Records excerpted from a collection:
--------
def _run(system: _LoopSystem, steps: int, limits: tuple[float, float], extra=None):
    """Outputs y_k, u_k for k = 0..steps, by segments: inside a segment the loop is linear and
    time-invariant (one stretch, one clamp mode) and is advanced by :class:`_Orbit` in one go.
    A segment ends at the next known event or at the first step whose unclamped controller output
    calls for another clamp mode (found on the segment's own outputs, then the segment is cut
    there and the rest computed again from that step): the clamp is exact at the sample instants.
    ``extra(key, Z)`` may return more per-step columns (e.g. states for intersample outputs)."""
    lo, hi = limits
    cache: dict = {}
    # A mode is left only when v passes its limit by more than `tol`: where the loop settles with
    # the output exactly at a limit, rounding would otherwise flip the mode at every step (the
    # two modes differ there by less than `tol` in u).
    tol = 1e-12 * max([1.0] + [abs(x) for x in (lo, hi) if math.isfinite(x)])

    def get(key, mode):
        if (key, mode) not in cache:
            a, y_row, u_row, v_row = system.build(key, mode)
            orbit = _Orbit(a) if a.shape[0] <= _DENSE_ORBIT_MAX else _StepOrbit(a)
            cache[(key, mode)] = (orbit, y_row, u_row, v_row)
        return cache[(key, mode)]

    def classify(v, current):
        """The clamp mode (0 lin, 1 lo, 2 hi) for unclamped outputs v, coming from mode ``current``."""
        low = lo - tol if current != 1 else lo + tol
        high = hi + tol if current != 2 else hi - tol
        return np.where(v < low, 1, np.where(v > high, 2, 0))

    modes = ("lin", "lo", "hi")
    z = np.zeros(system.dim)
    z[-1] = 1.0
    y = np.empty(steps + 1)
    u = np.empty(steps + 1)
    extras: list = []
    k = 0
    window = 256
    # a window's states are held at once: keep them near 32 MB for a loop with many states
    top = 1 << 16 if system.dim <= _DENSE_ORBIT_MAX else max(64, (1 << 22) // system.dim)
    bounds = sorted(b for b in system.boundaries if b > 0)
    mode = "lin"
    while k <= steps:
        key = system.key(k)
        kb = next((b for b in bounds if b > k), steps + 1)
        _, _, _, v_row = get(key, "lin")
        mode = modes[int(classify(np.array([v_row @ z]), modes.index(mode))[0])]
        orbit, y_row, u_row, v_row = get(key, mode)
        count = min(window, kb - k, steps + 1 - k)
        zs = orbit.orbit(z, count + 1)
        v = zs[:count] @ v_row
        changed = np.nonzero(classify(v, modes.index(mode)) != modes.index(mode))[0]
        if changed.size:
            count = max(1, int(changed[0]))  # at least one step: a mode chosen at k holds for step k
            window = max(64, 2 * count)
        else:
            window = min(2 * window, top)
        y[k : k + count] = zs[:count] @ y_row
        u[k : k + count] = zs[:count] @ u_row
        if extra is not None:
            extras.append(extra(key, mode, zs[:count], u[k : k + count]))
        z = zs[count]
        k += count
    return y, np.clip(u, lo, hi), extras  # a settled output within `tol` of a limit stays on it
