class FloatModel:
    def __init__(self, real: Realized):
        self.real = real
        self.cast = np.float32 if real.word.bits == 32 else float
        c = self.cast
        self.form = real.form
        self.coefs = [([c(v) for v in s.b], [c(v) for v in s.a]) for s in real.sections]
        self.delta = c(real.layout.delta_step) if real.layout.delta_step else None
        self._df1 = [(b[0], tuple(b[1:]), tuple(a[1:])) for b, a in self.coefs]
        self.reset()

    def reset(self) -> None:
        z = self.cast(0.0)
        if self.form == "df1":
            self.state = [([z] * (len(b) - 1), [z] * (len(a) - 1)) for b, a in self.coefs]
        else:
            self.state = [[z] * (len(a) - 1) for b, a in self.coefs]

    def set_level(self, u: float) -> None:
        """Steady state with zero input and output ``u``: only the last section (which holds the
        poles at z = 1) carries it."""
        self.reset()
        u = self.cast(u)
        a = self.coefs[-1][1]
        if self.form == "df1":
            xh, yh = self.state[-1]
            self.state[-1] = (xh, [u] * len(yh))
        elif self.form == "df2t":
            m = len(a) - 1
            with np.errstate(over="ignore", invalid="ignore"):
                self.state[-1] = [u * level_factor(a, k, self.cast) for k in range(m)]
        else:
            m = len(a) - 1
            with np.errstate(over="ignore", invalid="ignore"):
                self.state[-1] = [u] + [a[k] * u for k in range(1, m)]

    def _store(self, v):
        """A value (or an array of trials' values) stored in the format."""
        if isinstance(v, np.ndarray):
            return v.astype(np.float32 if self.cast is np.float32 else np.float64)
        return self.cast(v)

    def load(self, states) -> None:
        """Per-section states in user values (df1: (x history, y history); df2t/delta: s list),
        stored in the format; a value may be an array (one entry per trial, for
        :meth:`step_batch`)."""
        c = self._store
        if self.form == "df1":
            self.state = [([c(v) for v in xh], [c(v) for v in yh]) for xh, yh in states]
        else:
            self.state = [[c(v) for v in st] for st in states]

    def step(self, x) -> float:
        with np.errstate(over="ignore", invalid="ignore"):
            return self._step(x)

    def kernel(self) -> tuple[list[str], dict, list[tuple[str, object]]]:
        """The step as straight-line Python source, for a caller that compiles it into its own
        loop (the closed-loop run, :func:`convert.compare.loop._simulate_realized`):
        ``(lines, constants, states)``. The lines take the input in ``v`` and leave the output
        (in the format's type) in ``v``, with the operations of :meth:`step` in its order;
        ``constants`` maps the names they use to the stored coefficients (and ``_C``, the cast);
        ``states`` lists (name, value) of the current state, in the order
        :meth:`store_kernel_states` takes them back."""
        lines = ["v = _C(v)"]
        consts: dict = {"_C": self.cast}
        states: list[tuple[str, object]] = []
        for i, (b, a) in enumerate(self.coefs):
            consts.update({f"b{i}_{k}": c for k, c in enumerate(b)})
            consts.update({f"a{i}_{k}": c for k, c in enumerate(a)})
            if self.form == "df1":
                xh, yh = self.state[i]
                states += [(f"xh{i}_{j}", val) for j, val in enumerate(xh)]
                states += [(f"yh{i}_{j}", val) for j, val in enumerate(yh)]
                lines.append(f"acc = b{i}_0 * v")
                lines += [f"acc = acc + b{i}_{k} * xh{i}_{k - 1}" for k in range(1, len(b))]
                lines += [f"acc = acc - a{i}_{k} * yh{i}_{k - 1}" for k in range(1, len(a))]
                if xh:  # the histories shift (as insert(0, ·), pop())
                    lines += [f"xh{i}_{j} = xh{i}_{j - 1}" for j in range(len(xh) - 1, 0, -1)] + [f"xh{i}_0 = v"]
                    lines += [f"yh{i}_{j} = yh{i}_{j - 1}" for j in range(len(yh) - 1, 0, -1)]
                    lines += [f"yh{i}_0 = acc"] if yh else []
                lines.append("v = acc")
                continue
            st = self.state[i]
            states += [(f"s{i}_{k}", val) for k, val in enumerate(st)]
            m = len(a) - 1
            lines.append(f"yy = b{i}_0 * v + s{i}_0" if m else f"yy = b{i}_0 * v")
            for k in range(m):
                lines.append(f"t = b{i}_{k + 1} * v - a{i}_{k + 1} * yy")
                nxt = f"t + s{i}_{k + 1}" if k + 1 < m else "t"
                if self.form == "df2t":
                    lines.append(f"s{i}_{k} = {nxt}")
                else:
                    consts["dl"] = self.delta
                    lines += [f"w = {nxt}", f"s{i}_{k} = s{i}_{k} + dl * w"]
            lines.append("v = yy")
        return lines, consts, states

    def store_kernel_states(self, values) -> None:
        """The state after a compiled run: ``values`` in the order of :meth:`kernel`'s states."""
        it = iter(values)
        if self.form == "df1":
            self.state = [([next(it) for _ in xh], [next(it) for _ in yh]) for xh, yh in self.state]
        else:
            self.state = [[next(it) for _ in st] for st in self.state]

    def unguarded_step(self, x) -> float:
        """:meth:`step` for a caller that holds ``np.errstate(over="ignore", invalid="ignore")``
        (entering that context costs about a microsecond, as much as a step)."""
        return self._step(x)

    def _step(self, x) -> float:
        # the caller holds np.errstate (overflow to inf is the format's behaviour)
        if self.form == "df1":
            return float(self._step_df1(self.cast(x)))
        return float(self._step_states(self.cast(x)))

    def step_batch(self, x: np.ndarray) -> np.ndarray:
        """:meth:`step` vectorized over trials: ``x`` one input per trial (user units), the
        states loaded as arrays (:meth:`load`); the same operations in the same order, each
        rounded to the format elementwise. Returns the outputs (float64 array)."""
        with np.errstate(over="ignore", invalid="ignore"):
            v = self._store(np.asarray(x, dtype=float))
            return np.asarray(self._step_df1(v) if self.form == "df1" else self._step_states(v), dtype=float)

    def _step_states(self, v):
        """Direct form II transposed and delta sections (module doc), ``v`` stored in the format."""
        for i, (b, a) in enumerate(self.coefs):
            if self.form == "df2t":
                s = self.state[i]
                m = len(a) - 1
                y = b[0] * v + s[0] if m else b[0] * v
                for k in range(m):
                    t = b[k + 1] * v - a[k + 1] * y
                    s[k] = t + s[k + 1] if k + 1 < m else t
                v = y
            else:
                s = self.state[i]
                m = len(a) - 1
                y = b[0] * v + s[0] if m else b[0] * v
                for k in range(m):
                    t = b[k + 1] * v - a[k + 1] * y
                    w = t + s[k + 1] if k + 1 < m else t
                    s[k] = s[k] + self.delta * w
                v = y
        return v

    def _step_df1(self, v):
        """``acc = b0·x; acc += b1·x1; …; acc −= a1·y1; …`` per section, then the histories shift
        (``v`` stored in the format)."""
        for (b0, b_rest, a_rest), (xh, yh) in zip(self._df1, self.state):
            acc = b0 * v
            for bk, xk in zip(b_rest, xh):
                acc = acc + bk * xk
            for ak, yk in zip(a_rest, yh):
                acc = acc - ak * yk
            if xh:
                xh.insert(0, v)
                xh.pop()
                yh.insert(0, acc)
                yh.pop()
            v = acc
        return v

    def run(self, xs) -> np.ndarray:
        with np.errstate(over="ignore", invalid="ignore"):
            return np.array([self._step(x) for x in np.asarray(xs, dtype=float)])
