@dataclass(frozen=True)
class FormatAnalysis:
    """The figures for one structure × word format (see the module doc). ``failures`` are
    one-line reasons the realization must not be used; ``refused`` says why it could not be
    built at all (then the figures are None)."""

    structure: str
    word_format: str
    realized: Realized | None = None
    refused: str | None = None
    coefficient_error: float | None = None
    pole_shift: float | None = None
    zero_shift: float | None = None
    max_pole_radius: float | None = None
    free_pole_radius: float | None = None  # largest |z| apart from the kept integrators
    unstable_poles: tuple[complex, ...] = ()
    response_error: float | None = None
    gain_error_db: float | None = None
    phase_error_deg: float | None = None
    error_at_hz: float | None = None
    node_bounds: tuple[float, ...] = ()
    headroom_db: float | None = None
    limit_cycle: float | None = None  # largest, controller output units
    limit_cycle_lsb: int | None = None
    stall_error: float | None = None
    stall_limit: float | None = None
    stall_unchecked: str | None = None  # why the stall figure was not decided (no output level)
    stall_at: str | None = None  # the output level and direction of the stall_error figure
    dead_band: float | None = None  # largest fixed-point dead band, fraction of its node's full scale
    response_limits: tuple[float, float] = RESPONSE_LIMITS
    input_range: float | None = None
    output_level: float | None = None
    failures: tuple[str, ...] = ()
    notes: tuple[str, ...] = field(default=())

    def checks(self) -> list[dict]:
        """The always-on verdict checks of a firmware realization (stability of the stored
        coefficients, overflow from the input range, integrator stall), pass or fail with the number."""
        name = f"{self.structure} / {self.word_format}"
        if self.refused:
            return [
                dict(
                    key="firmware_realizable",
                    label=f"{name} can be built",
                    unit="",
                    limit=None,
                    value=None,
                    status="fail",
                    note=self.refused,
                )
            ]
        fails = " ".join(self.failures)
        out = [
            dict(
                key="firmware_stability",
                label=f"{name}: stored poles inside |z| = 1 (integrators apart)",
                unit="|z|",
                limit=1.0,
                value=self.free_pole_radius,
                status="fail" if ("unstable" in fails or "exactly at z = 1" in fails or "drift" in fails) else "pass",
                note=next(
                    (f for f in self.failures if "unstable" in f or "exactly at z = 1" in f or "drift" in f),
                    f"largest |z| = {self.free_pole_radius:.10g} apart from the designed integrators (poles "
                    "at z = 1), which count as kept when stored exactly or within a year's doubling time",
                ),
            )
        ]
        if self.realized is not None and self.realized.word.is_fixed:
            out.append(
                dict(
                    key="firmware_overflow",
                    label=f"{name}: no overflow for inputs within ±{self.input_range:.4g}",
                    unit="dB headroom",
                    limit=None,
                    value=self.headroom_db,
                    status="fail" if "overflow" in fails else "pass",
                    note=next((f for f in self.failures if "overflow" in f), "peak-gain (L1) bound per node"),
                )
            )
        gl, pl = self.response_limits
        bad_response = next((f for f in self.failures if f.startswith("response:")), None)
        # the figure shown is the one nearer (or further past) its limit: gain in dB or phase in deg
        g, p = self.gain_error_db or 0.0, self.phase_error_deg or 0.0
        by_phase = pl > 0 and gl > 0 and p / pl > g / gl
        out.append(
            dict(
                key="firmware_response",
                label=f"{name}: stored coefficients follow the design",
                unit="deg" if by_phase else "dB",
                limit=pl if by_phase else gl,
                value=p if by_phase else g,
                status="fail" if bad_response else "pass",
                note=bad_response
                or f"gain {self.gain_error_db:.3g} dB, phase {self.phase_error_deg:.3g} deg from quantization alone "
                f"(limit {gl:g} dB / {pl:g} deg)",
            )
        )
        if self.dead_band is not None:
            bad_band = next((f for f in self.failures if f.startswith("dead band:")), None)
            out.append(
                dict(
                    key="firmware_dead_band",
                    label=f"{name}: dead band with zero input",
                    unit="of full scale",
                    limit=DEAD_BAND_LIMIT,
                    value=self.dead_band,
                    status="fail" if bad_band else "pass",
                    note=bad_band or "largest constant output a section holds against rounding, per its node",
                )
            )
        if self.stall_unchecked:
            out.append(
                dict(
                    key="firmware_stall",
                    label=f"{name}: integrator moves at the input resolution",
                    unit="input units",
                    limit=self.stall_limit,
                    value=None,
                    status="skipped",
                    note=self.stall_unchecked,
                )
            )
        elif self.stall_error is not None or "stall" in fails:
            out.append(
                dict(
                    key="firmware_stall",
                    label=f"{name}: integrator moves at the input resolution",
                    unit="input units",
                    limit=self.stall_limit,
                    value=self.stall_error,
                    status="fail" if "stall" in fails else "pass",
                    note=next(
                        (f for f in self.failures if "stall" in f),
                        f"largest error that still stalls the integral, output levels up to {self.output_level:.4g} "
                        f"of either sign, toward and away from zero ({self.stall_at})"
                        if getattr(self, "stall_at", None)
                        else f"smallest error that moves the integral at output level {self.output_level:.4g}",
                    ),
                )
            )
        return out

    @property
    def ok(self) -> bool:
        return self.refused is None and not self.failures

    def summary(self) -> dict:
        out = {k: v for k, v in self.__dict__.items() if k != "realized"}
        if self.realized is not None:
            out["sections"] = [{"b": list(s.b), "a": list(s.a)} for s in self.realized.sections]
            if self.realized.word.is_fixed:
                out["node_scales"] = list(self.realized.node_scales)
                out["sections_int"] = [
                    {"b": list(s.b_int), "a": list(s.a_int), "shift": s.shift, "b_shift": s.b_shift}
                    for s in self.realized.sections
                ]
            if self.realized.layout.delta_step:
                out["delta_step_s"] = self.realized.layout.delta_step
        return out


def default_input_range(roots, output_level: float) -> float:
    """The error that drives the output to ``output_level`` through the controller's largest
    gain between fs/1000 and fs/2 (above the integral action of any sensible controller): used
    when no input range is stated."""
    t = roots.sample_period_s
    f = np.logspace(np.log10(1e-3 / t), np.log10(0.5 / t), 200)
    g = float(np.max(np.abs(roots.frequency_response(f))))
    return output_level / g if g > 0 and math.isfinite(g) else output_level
--------
* TASK TO CARRY OUT
Nothing should appear in the answer except the lines above from the line with "def unguarded_step(self, x)" through the line with "s[k] = t + s[k", both included, written out exactly.

* OUTPUT OF THE TASK
    def unguarded_step(self, x) -> float:
        """:meth:`step` for a caller that holds ``np.errstate(over="ignore", invalid="ignore")``
        (entering that context costs about a microsecond, as much as a step)."""
        return self._step(x)

    def _step(self, x) -> float:
        # the caller holds np.errstate (overflow to inf is the format's behaviour)
        if self.form == "df1":
            return float(self._step_df1(self.cast(x)))
        return float(self._step_states(self.cast(x)))

    def step_batch(self, x: np.ndarray) -> np.ndarray:
        """:meth:`step` vectorized over trials: ``x`` one input per trial (user units), the
        states loaded as arrays (:meth:`load`); the same operations in the same order, each
        rounded to the format elementwise. Returns the outputs (float64 array)."""
        with np.errstate(over="ignore", invalid="ignore"):
            v = self._store(np.asarray(x, dtype=float))
            return np.asarray(self._step_df1(v) if self.form == "df1" else self._step_states(v), dtype=float)

    def _step_states(self, v):
        """Direct form II transposed and delta sections (module doc), ``v`` stored in the format."""
        for i, (b, a) in enumerate(self.coefs):
            if self.form == "df2t":
                s = self.state[i]
                m = len(a) - 1
                y = b[0] * v + s[0] if m else b[0] * v
                for k in range(m):
                    t = b[k + 1] * v - a[k + 1] * y
                    s[k] = t + s[k + 1] if k + 1 < m else t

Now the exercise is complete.